With a smirk, he replied, "Yeah, you're pretending you don't see it."
I glanced around. "See what?"
He patted the side of the bike like it was a prized thoroughbred. "This. Shark Attack."
"You mean the bike?" I gave it another once-over. "It'd be kind of hard to miss."
With a shark-like grin, he replied, "Yeah, but you missed out, didn't ya?"
He was off his rocker. Either that, or I was – because I was completely lost.
Or maybe my head was still too full of Tessa Sinclair. Even now, as the guy yammered on about this being his third ride around the island, I couldn't stop picturing Tessa's smile, that purple bottle, and the way she'd lit up when I'd tossed out that movie line.
She'd been gone for barely thirty minutes, and already, I wanted to see her light up again.
Instead, I was staring at a shark-riding stranger.
Out of the blue, he announced, "I call it Shark Bike."
I gave a solemn nod. "Good choice. I mean, you can't exactly call it Bunny Bike."
"Hah!" the guy said. "The Sharkster eats bunnies for breakfast."
It was so ridiculous, I laughed. "Yeah? And what about for lunch?"
"Laugh all you want," he said. "But we both know you're jealous."
If so, that was news to me. "I am?"
"Damn straight, you are." He gave the bike another pat. "This baby? It was reserved for a different VIP – a big secret name." He grinned. "But then, look who I spot a few blocks away, heading for Pickett's Pedals."

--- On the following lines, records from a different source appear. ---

#[test]
fn a_whole_session_over_stdio() {
    let folder = tempfile::tempdir().expect("a temporary folder");
    let path = folder.path().join("week 12.xlsx");
    // "n/a" at zero-based (2, 1): cell B3.
    write_trial(&path, 3, 6, Some((2, 1)));
    let path_text = path.display().to_string();
    let mut session = Session::start();

    // LSP 3.17, initialize: a request before it gets -32002.
    let early = session.request("trialyst/inspectWorkbook", json!({"path": path_text}));
    assert_eq!(error_code(&early), -32002, "{early}");
    let answer = session.initialize();
    assert_eq!(answer["result"]["serverInfo"]["name"], "trialyst");
    let requests = &answer["result"]["capabilities"]["experimental"]["trialyst"]["requests"];
    assert!(requests
        .as_array()
        .is_some_and(|list| list.contains(&json!("trialyst/analyseCells"))));

    let inspected = session.request("trialyst/inspectWorkbook", json!({"path": path_text}));
    assert_eq!(inspected["result"]["findings"][0]["cell"], "B3", "{inspected}");
    assert_eq!(inspected["result"]["table"]["responses"], json!(["value"]));

    let analysed = session.request(
        "trialyst/analyseWorkbook",
        json!({"path": path_text, "sheet": "Trial", "range": "A1:C7", "workDoneToken": 99}),
    );
    let results = &analysed["result"];
    assert_eq!(results["format_version"], service::RESULTS_FORMAT_VERSION, "{analysed}");
    assert_eq!(results["source"]["range"], "A1:C7");
    assert_eq!(results["responses"][0]["status"], "analysed");
    let kinds = session.wait_for(|received| {
        let kinds: Vec<String> = received
            .from_server
            .iter()
            .filter(|message| message["method"] == "$/progress" && message["params"]["token"] == 99)
            .filter_map(|message| message["params"]["value"]["kind"].as_str().map(str::to_string))
            .collect();
        (kinds.last().map(String::as_str) == Some("end")).then_some(kinds)
    });
    assert_eq!(kinds.first().map(String::as_str), Some("begin"), "{kinds:?}");
    assert!(kinds.contains(&"report".to_string()), "{kinds:?}");

    let cells = session.request(
        "trialyst/analyseCells",
        json!({
            "cells": [["Old", "New"], [5.1, 5.6], [5.0, "#N/A"], [5.2, 5.7], [4.9, 5.8]],
            "origin": "B2",
            "sheet": "Sheet 4",
        }),
    );
    // Block row 2, column 1 (zero-based) from B2: C4.
    assert_eq!(cells["result"]["results"]["findings"][0]["cell"], "C4", "{cells}");
    assert_eq!(cells["result"]["results"]["findings"][0]["kind"], "error-value");
    assert!(cells["result"]["tables"]
        .as_array()
        .is_some_and(|tables| !tables.is_empty()));

    let written = session.request("trialyst/writeResults", json!({"path": path_text}));
    let results_file = service::results_path_for(&path, None);
    assert_eq!(
        written["result"]["resultsFile"],
        results_file.display().to_string(),
        "{written}"
    );
    assert!(results_file.is_file());
    crate::common::keep_output(&results_file);

    let unknown = session.request("trialyst/noSuchThing", json!({}));
    // JSON-RPC 2.0, section 5.1: -32601 method not found.
    assert_eq!(error_code(&unknown), -32601);

    // Diagnostics appear at their cell, and clear once the file is fixed.
    let uri = file_uri(&path);
    session.notify(
        "textDocument/didOpen",
        json!({"textDocument": {"uri": uri, "languageId": "workbook", "version": 1, "text": ""}}),
    );
    let published = session.notification("textDocument/publishDiagnostics", |message| {
        message["params"]["diagnostics"]
            .as_array()
            .is_some_and(|list| !list.is_empty())
    });
    let diagnostic = &published["params"]["diagnostics"][0];
    assert_eq!(
        diagnostic["range"]["start"],
        json!({"line": 2, "character": 1}),
        "{published}"
    );
    assert_eq!(diagnostic["data"]["cell"], "B3");
    assert!(diagnostic["message"].as_str().unwrap_or("").starts_with("Trial!B3"));
    write_trial(&path, 3, 6, None);
    session.notify(
        "workspace/didChangeWatchedFiles",
        json!({"changes": [{"uri": uri, "type": 2}]}),
    );
    let cleared = session.notification("textDocument/publishDiagnostics", |message| {
        message["params"]["diagnostics"].as_array().is_some_and(Vec::is_empty)
    });
    assert_eq!(cleared["params"]["uri"], published["params"]["uri"]);

    // LSP 3.17, exit: code 0 after shutdown.
    assert_eq!(session.finish(), Some(0));
}
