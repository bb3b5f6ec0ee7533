//! Factorial trials: several treatment factors (and blocks) analysed together.
//!
//! [`analyse_factorial`] takes one response of a trial table and returns a
//! [`FactorialOutcome`]: the cells (present, counts, missing combinations, what can
//! still be estimated), the k-way model with interactions (Type I, II and III sums of
//! squares, cell means, least-squares means and effects with intervals), a two-level
//! screening analysis when every treatment factor has two levels (Yates's effects,
//! alias chains, Lenth's method, curvature from centre points, plot positions), a
//! reduced model of the active effects with residual checks and a prediction at the
//! best settings found, and sentences for a manager.
//!
//! The numerical work is done by [`crate::stats::linear_model`] (the k-way fit on cell
//! summaries), [`crate::stats::two_level`] and [`crate::stats::two_level_analysis`]
//! (design mathematics and Yates/Lenth), [`crate::stats::accumulate`] (cell sums) and
//! [`crate::stats::normality`] (residual checks). This module chooses what to fit,
//! names everything in the user's words and reads the numbers out. No I/O.
//!
//! Coding of two-level factors: a numeric factor's lower number is coded -1 and its
//! higher number +1; a numeric factor with three levels whose middle level lies
//! half-way between the others counts as two-level with centre points (the middle level
//! is coded 0). A factor with text labels has its labels sorted (as text, ignoring
//! case) and the first is coded -1. Runs with every treatment factor at its middle level
//! are centre points; they enter the curvature test and the pure error, not the effects.

use std::collections::{BTreeMap, BTreeSet};

use nalgebra::{DMatrix, DVector};
use serde::Serialize;

use crate::analysis::verdict::{p_for_text, round_for_text};
use crate::options::{Direction, DEFAULT_CONFIDENCE};
use crate::stats::accumulate::GroupAccumulator;
use crate::stats::dist::{t_quantile, t_sf};
use crate::stats::linear_model::{
    fit_factorial, CellSummary, Estimability, Estimate, FactorSpec, FactorialFit, ModelSpec,
};
use crate::stats::normality::check_normality;
use crate::stats::two_level::{detect_design, resolution_numeral, DesignKind, DesignSummary, Word, FACTOR_LETTERS};
use crate::stats::two_level_analysis::{analyse_two_level, contrast_effect, AnalysisOptions, TwoLevelAnalysis};

/// Above this many residuals the normality check uses this many, spread evenly through
/// the recorded order (Shapiro-Wilk is published up to 5000; on more values every test
/// rejects for departures too small to matter).
pub const RESIDUAL_CHECK_MAX: usize = 5000;

/// At most this many two-factor tables of model means are kept (largest interactions first).
pub const MAX_TWO_WAY_TABLES: usize = 6;

/// Up to this many combinations of levels, cell sums are accumulated in one pass.
const DIRECT_GRID_MAX: usize = 4096;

Pickett's what? It had to be a bike rental place, but I hadn't been anywhere near one. In fact, after hitting a few fudge shops, the only place I'd been heading was back to my suite to make a surprise acquisition.
And I didn't mean of real estate.
When I said nothing in reply, the guy asked, "Ring any bells?"
"Nope. No bells here."
His eyes gleamed as he leaned forward. "Sure, dude. But I was the one who got it, not you."
From a few feet away, the woman turned to the tourist next to her – a beefy guy in a blue shirt – and said, "I'm glad someone got it, because honestly? I'm a little confused."
The tourist replied, "If you think this is confusing, you should see what's going on at the coffee shop. It's like every man for himself in there."
That got my attention. "Wait, what coffee shop?"
The tourist hitched a thumb toward the place where Tessa worked. "That one."
I frowned. "So there's a problem?"
He snorted. "That's one word for it. It's so crazy, the customers are serving themselves. It's like Lord of the Flies in there."
I wasn't liking the sounds of that.
I was still eyeing the coffee shop when the shark rider called out, "Hey, Vaughn." When I turned to look, he smiled like we were suddenly best buddies. "No hard feelings, alright?"
My thoughts were still tangled up with Tessa. Absently, I replied, "About what?"
"Oh, come on. You're Ryder Vaughn, a mega VIP. It must be hard getting told no."
True, it wasn't a word I heard often, but I still had no idea what he meant. And I sure as hell didn't call myself a VIP.
Into my silence, he said, "But you can't win every time, right?" And with that, he pushed off like a guy leading a parade. Over his shoulder, he called back with a snicker, "Anyway, good luck with a regular bike."
He said "regular" like the bike in question would chew off my balls and spit them into traffic.
I just stood there, watching him go – but not for long. Shark or not, I had bigger fish to fry.
Apparently, there was some crisis at the coffee shop, and hell if I'd let Tessa face it alone.